What does big data really mean for data professionals?


Big Data is about Hadoop, Spark, and similar technologies, which allow you to store and process data through clusters of computers, usually cheap ones, that work together adding storage and power
With large amounts of data currently available, companies in almost every industry are storing and analyzing it in order to gain a competitive edge.
Data is often used to discover customer behavior in order to minimize the risk of loss and maximize the value of each one. We call it "Customer Analytics."
People Analytics, as you probably know by now, is the science and art of applying data science techniques to HR in order to better understand our collaborators and increase their degree of satisfaction and productivity.
However, data and analytics aren't the same as big data, even though the media insists on mixing them up. So, when does data start to earn the adjective "big"?
Among data professionals, there's an almost universal consensus when it comes to defining big data. And, get this, it has nothing to do with what you see every day in the media.
For those of us who work with data, without getting very technical, a big data project is simply the one where more than one computer is needed to process that data. A big data project is always related to concepts such as distributed computing like Hadoop, Spark, and similar technologies, which allow you to store and process data through clusters of computers, usually cheap ones, that work together adding storage and power.
In analytics, we call it "big data" technology when, because of the volume of data, the need for quick responses, or the variety of the data types, you have to use a group of computers that work together as if they were one.
So yes, big data is essentially the same as what Doug Laney said in 2001, the three V's (volume, speed, and variety); it involves challenges that demand resources and computing processes that require computers to divide the work.

More and more companies are using data and analytics. Few people actually use big data.

In fact, very few organizations need to rely on big data technologies to extract value from HR data. All the professionals in the field would back me up: In all the projects we work on, a shared server is able to process the data in the appropriate time. Thus, it isn't necessary to resort to big data technologies, as long as you're working with structured data...

Sources of Data

Every day, employees in a company show multiple signs that can be used to measure their performance, their degree of job satisfaction, and their commitment to the organization. Technology has enormously simplified the measurement and collection of objective parameters on work activities (attendance records or "clocking in," periodic employee performance reviews, number of e-mails sent, time spent in meetings, conference room reservations, shared calendars, etc.). It can also measure subjective parameters (employee feedback about work relationships or the company, its products, or its services) with different metrics specific to the organization or more standardized ones like the Employee Net Promoter Score.

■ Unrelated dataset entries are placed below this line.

package job

import (
	"errors"
	"os"
	"syscall"
)

const sharingViolation = syscall.Errno(32) // ERROR_SHARING_VIOLATION

func openAlone(path string) (*os.File, error) {
	name, err := syscall.UTF16PtrFromString(path)
	if err != nil {
		return nil, err
	}
	const alone = 0 // nobody else may open it
	h, err := syscall.CreateFile(name, syscall.GENERIC_READ|syscall.GENERIC_WRITE, alone, nil, syscall.OPEN_ALWAYS, syscall.FILE_ATTRIBUTE_NORMAL, 0)
	if errors.Is(err, sharingViolation) {
		return nil, errHeld
	}
	if err != nil {
		return nil, err
	}
	return os.NewFile(uintptr(h), path), nil
}

func removeOpen(f *os.File, path string) {
	f.Close()
	os.Remove(path)
}
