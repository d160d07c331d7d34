package job

import (
	"fmt"
	"slices"
	"strconv"
	"strings"
	"time"

	"gatesill/acquire/rehearsal"
)

// Fault is something that is to go wrong on a simulated bench.
type Fault struct {
	rehearsal.Fault
	Start bool    // before the checks; else At counts
	At    float64 // s after the first sweep has begun; of meters, after listening has
}

// FaultKind says what a kind of fault is.
type FaultKind struct{ Kind, Text string }

// FaultKinds lists what can be put on a simulated bench.
func FaultKinds() []FaultKind {
	return []FaultKind{
		{rehearsal.Unplug, "the adapter is pulled out; +SECONDS later it is plugged in again"},
		{rehearsal.Silence, "the meter or supply says nothing more"},
		{rehearsal.Stuck, "the display shows the same digits again and again"},
		{rehearsal.Hold, "the display is held, and says so where its format can"},
		{rehearsal.Overload, "the display shows overload"},
		{rehearsal.LostPrefix, "the value is a thousand times too great: mA shown as A"},
		{rehearsal.Swapped, "two lines are exchanged: swapped:gate,current"},
		{rehearsal.Garbage, "random bytes on the line"},
		{rehearsal.Slow, "it takes its time"},
		{rehearsal.Late, "what it says comes later"},
		{rehearsal.Refused, "the supply refuses the next command that sets something"},
	}
}

// ParseFault reads KIND:ROLE[,ROLE][@SECONDS][+SECONDS]; "@start" is before the
// checks. Without @ it is the moment at which the first sweep begins, without + it
// lasts.
func ParseFault(text string) (Fault, error) {
	f := Fault{}
	var kinds []string
	for _, k := range FaultKinds() {
		kinds = append(kinds, k.Kind)
	}
	bad := func(format string, args ...any) (Fault, error) {
		return f, Usage("--fault silence:current@3, --fault unplug:load@3+2, --fault swapped:gate,current@start", "--fault %s: %w", text, fmt.Errorf(format, args...))
	}
	seconds := func(s string) (float64, bool) {
		x, err := strconv.ParseFloat(s, 64)
		return x, err == nil && x >= 0 && x <= 86400
	}
	rest, long, limited := strings.Cut(text, "+")
	rest, when, timed := strings.Cut(rest, "@")
	kind, role, named := strings.Cut(rest, ":")
	if !slices.Contains(kinds, kind) {
		return bad("no fault %q; there are %s", kind, strings.Join(kinds, ", "))
	}
	role, with, two := strings.Cut(role, ",")
	f.Kind, f.Role, f.With = kind, role, with
	switch {
	case !named || role == "":
		return bad("of which meter or supply?")
	case two != (kind == rehearsal.Swapped) || two && (with == "" || with == role):
		return bad("swapped names two meters, every other fault one meter or supply")
	}
	if timed {
		f.Start = when == "start"
		var ok bool
		if f.At, ok = seconds(when); !ok && !f.Start {
			return bad("%q is no time: seconds, or start", when)
		}
	}
	if limited {
		var ok bool
		if f.For, ok = seconds(long); !ok || f.For == 0 {
			return bad("%q is no time it could last, in seconds", long)
		}
	}
	return f, nil
}

// checkFaults refuses faults that the simulated bench cannot have.
func checkFaults(faults []Fault, c rehearsal.Config) error {
	if len(faults) == 0 {
		return nil
	}
	var roles []string
	for _, m := range c.Meters {
		roles = append(roles, m.Role)
	}
	for _, s := range c.Supplies {
		roles = append(roles, "supply-"+s)
	}
	for _, f := range faults {
		for _, role := range []string{f.Role, f.With} {
			if role != "" && !slices.Contains(roles, role) {
				return Usage("--fault "+f.Kind+":"+roles[0], "--fault %s: nothing on this bench is called %q; there are %s", f.Kind, role, strings.Join(roles, ", "))
			}
		}
		// The bench itself knows best which fault an instrument can have.
		b, err := rehearsal.NewBench(c)
		if err == nil {
			err = b.Fault(f.Fault)
		}
		if err != nil {
			return Usage("gatesill help sweep lists the faults", "--fault: %w", err)
		}
	}
	return nil
}

// tellFault says what is wrong on the simulated bench from now on.
func tellFault(f Fault) string {
	what := f.Kind
	for _, k := range FaultKinds() {
		if k.Kind == f.Kind {
			what = k.Kind + " (" + k.Text + ")"
		}
	}
	who := f.Role
	if f.With != "" {
		who += " and " + f.With
	}
	text := fmt.Sprintf("rehearsal: fault at %s: %s", who, what)
	if f.For > 0 {
		text += fmt.Sprintf(", for %g s", f.For)
	}
	return text
}

// faultPlan puts faults on the simulated bench when their time has come.
type faultPlan struct {
	left  []Fault
	begun time.Time // zero: no sweep has begun
}

// due takes out the faults whose time has come.
func (p *faultPlan) due(now time.Time) (out []Fault) {
	p.left = slices.DeleteFunc(p.left, func(f Fault) bool {
		ripe := f.Start || !p.begun.IsZero() && now.Sub(p.begun).Seconds() >= f.At
		if ripe {
			out = append(out, f)
		}
		return ripe
	})
	return out
}

// begin lets the time of the faults count.
func (p *faultPlan) begin(now time.Time) {
	if p.begun.IsZero() {
		p.begun = now
	}
}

Employees could also be sharing very relevant information on a daily basis about their state of mind regarding the organization through their interaction with co-workers on different channels of internal or external social media networks, which could be tapped into and analyzed.
Text Analytics is another important contributor to economic value. Seth Grimes is a well-known specialist in text analytics. In a presentation he stated that, when trying to collect the Voice of the Customer, humans perform poorly, and you need tools to help interpret and capitalize on the large amounts of data found on social networks, web chats, or customer calls.
Companies like MeaningCloud are bringing the technology and the knowledge that text analytics provides from the VoC (Voice of the Customer) to the VoE (Voice of the Employee).